The Wolfe Pack

If you have to deal with those pesky PDF files, pdftohtml from the poppler package and w3m are all you need.

pdftohtml -i -s -stdout filename.pdf | w3m -T text/html

Make it into a convenient function by adding it to your .bashrc.

pdf()
{
if [ $# -ne 1 ]; then
    echo "Usage: pdf filename."
else
    pdftohtml -i -s -stdout $1 | w3m -T text/html
fi
}

@storm I have found the conversions from these to be ugly at best, and often worse than useless. Converting pdf, even properly tagged pdf, is still a dicey business.

@dgoodmaniii most actual pdf software is not accessible with orca, and even the few that are can be a pain to use. This method at least gets the text in a format that is usable. I figured the formatting wouldn't be exactly the same as the original, but I didn't realize it would be terrible. In my case, however, the layout isn't usually that important.

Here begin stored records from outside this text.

using System.Text;
using System.Text.Json;
using FeederLocate.Core.Model;

namespace FeederLocate.Core.Formats;

/// <summary>Writes a grid in the <c>feederlocate-grid/1</c> format; <see cref="GridReader"/> reads it back unchanged.</summary>
public static class GridWriter
{
    public static string Write(Grid grid)
    {
        ArgumentNullException.ThrowIfNull(grid);
        using var stream = new MemoryStream();
        using (var w = new Utf8JsonWriter(stream, new JsonWriterOptions { Indented = true }))
        {
            w.WriteStartObject();
            w.WriteString("format", GridFormat.FormatTag);
            w.WriteString("name", grid.Name);
            Number(w, "frequencyHz", grid.FrequencyHz);
            Array(w, "lineTypes", grid.LineTypes, WriteLineType);
            Array(w, "substations", grid.Substations, WriteSubstation);
            Array(w, "nodes", grid.Nodes, WriteNode);
            Array(w, "segments", grid.Segments, (w, s) =>
            {
                w.WriteString("id", s.Id.Value);
                w.WriteString("from", s.From.Value);
                w.WriteString("to", s.To.Value);
                w.WriteString("lineType", s.LineType.Value);
                Number(w, "lengthKm", s.LengthKm);
            });
            Array(w, "switches", grid.Switches, (w, s) =>
            {
                w.WriteString("id", s.Id.Value);
                w.WriteString("from", s.From.Value);
                w.WriteString("to", s.To.Value);
                w.WriteString("kind", GridFormat.Name(s.Kind));
                w.WriteBoolean("normallyOpen", s.NormallyOpen);
                w.WriteBoolean("remote", s.Remote);
                Optional(w, "travelMinutes", Units.Minutes(s.TravelTime));
                Optional(w, "ratedCurrentA", s.RatedCurrentA);
            });
            Array(w, "indicators", grid.Indicators, (w, i) =>
            {
                w.WriteString("id", i.Id.Value);
                w.WriteString("segment", i.Segment.Value);
                w.WriteString("node", i.Node.Value);
                Optional(w, "phasePickupA", i.PhasePickupA);
                Optional(w, "earthPickupA", i.EarthPickupA);
                w.WriteBoolean("directional", i.Directional);
                w.WriteBoolean("remote", i.Remote);
                Optional(w, "resetMinutes", Units.Minutes(i.ResetTime));
            });
            if (!grid.CrewBases.IsEmpty)
            {
                Array(w, "crews", grid.CrewBases, WriteCrewBase);
            }

            w.WriteEndObject();
        }

        return Encoding.UTF8.GetString(stream.ToArray()) + "\n";
    }

    private static void WriteLineType(Utf8JsonWriter w, LineType t)
    {
        w.WriteString("id", t.Id.Value);
        w.WriteString("construction", GridFormat.Name(t.Construction));
        Number(w, "r1OhmPerKm", t.R1OhmPerKm);
        Number(w, "x1OhmPerKm", t.X1OhmPerKm);
        Number(w, "r0OhmPerKm", t.R0OhmPerKm);
        Number(w, "x0OhmPerKm", t.X0OhmPerKm);
        Number(w, "c0NfPerKm", t.C0NfPerKm);
        Number(w, "ampacityA", t.AmpacityA);
        Optional(w, "faultsPer100KmYear", t.FaultsPer100KmYear);
        Optional(w, "description", t.Description);
        Optional(w, "conductorMaterial", t.ConductorMaterial);
        Optional(w, "crossSectionMm2", t.CrossSectionMm2);
        Optional(w, "dataSource", t.DataSource);
    }

    private static void WriteSubstation(Utf8JsonWriter w, Substation s)
    {
        w.WriteString("id", s.Id.Value);
        w.WriteString("busNode", s.BusNode.Value);
        Number(w, "nominalVoltageKv", s.NominalVoltageKv);
        switch (s.Supply)
        {
            case BusbarShortCircuit b:
                Number(w, "shortCircuitMva", b.ShortCircuitMva);
                Number(w, "rOverX", b.ROverX);
                break;
            case UpstreamViaTransformer u:
                w.WriteStartObject("upstream");
                Number(w, "nominalVoltageKv", u.Upstream.NominalVoltageKv);
                Number(w, "shortCircuitMva", u.Upstream.ShortCircuitMva);
                Number(w, "rOverX", u.Upstream.ROverX);
                w.WriteEndObject();
                w.WriteStartObject("transformer");
                Number(w, "ratedMva", u.Transformer.RatedMva);
                Number(w, "hvKv", u.Transformer.HvKv);
                Number(w, "mvKv", u.Transformer.MvKv);
                Number(w, "ukrPercent", u.Transformer.UkrPercent);
                Number(w, "pkrKw", u.Transformer.PkrKw);
                w.WriteEndObject();
                break;
        }

        if (s.TransformerZ0Ohm is { } z0)
        {
            w.WriteStartObject("transformerZ0Ohm");
            Number(w, "r", z0.ResistanceOhm);
            Number(w, "x", z0.ReactanceOhm);
            w.WriteEndObject();
        }

        Optional(w, "transformerRatedMva", s.TransformerRatedMva);
        var g = s.Grounding;
        w.WriteStartObject("grounding");
        w.WriteString("scheme", GridFormat.Name(g.Scheme));
        // Every parameter that is set is written, whatever the scheme, so a round trip changes nothing.
        if (g.Scheme == GroundingScheme.Resonant || g.DetuningPercent != 0)
        {
            Number(w, "detuningPercent", g.DetuningPercent);
        }

        if (g.Scheme == GroundingScheme.Resonant || g.DampingPercent != 0)
        {
            Number(w, "dampingPercent", g.DampingPercent);
        }

        if (g.Scheme == GroundingScheme.Impedance || g.NeutralResistanceOhm != 0)
        {
            Number(w, "neutralResistanceOhm", g.NeutralResistanceOhm);
        }

        if (g.NeutralReactanceOhm != 0)
        {
            Number(w, "neutralReactanceOhm", g.NeutralReactanceOhm);
        }

        w.WriteEndObject();
    }

    private static void WriteCrewBase(Utf8JsonWriter w, CrewBase b)
    {
        w.WriteString("id", b.Id.Value);
        Optional(w, "name", b.Name);
        w.WriteString("node", b.Node.Value);
        Number(w, "count", b.Count);
        if (b.TravelTimes is { Count: > 0 } times)
        {
            w.WriteStartObject("travelMinutes");
            foreach (var (device, time) in times.OrderBy(t => t.Key.Value, StringComparer.Ordinal))
            {
                Number(w, device.Value, Units.Minutes(time)!.Value);
            }

            w.WriteEndObject();
        }
    }

    private static void WriteNode(Utf8JsonWriter w, Node n)
    {
        w.WriteString("id", n.Id.Value);
        if (n.LoadKw != 0)
        {
            Number(w, "loadKw", n.LoadKw);
        }

        Optional(w, "loadKvar", n.LoadKvar);
        if (n.Customers != 0)
        {
            Number(w, "customers", n.Customers);
        }

        Optional(w, "x", n.X);
        Optional(w, "y", n.Y);
    }

    private static void Array<T>(Utf8JsonWriter w, string name, IEnumerable<T> items, Action<Utf8JsonWriter, T> write)
    {
        w.WriteStartArray(name);
        foreach (var item in items)
        {
            w.WriteStartObject();
            write(w, item);
            w.WriteEndObject();
        }

        w.WriteEndArray();
    }

    /// <summary>Writes a number, −0 as 0, so what is written reads back and writes again the same.</summary>
    private static void Number(Utf8JsonWriter w, string name, double value) => w.WriteNumber(name, value + 0.0);

    private static void Optional(Utf8JsonWriter w, string name, double? value)
    {
        if (value is { } v)
        {
            Number(w, name, v);
        }
    }

    private static void Optional(Utf8JsonWriter w, string name, string? value)
    {
        if (value is not null)
        {
            w.WriteString(name, value);
        }
    }
}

@storm Fair enough; as long as the pdf has text in it (many scans don't), you will get something readable. I spend a *lot* of time on document conversion, and find the whole process very frustrating with pdf.

The mutools bundle is also worth a look.

@dgoodmaniii oh, no doubt about it, pdf is the root of all evil. It's like plain text came out and it was good, so companies immediately set about finding the worst thing possible lol. Now they all use it, no plain text instruction manuals to be found ever. I will look into mutools, thanks for the suggestion.
replies
0
announces
0
likes
0

I found something called ocrmypdf that seems to do pretty well when you can't get a text conversion. Too many options though, with no simple way to just open up a document and try to extract the text from it in different ways. Checkboxes would be rather nice here, but I just use the sidecar output usually.

@kyle ocrdesktop can also do it. The new version is quite nice for viewing pdfs. My little trick is good for when you are in a hurry and don't want to switch to an X session just to read some text. Although, now that I think about it, ocrdesktop may be able to do it and just pipe the contents to a file. The other good part about my trick is links in the generated document actually work. You can read with w3m and just hit enter on the section name to jump right to it.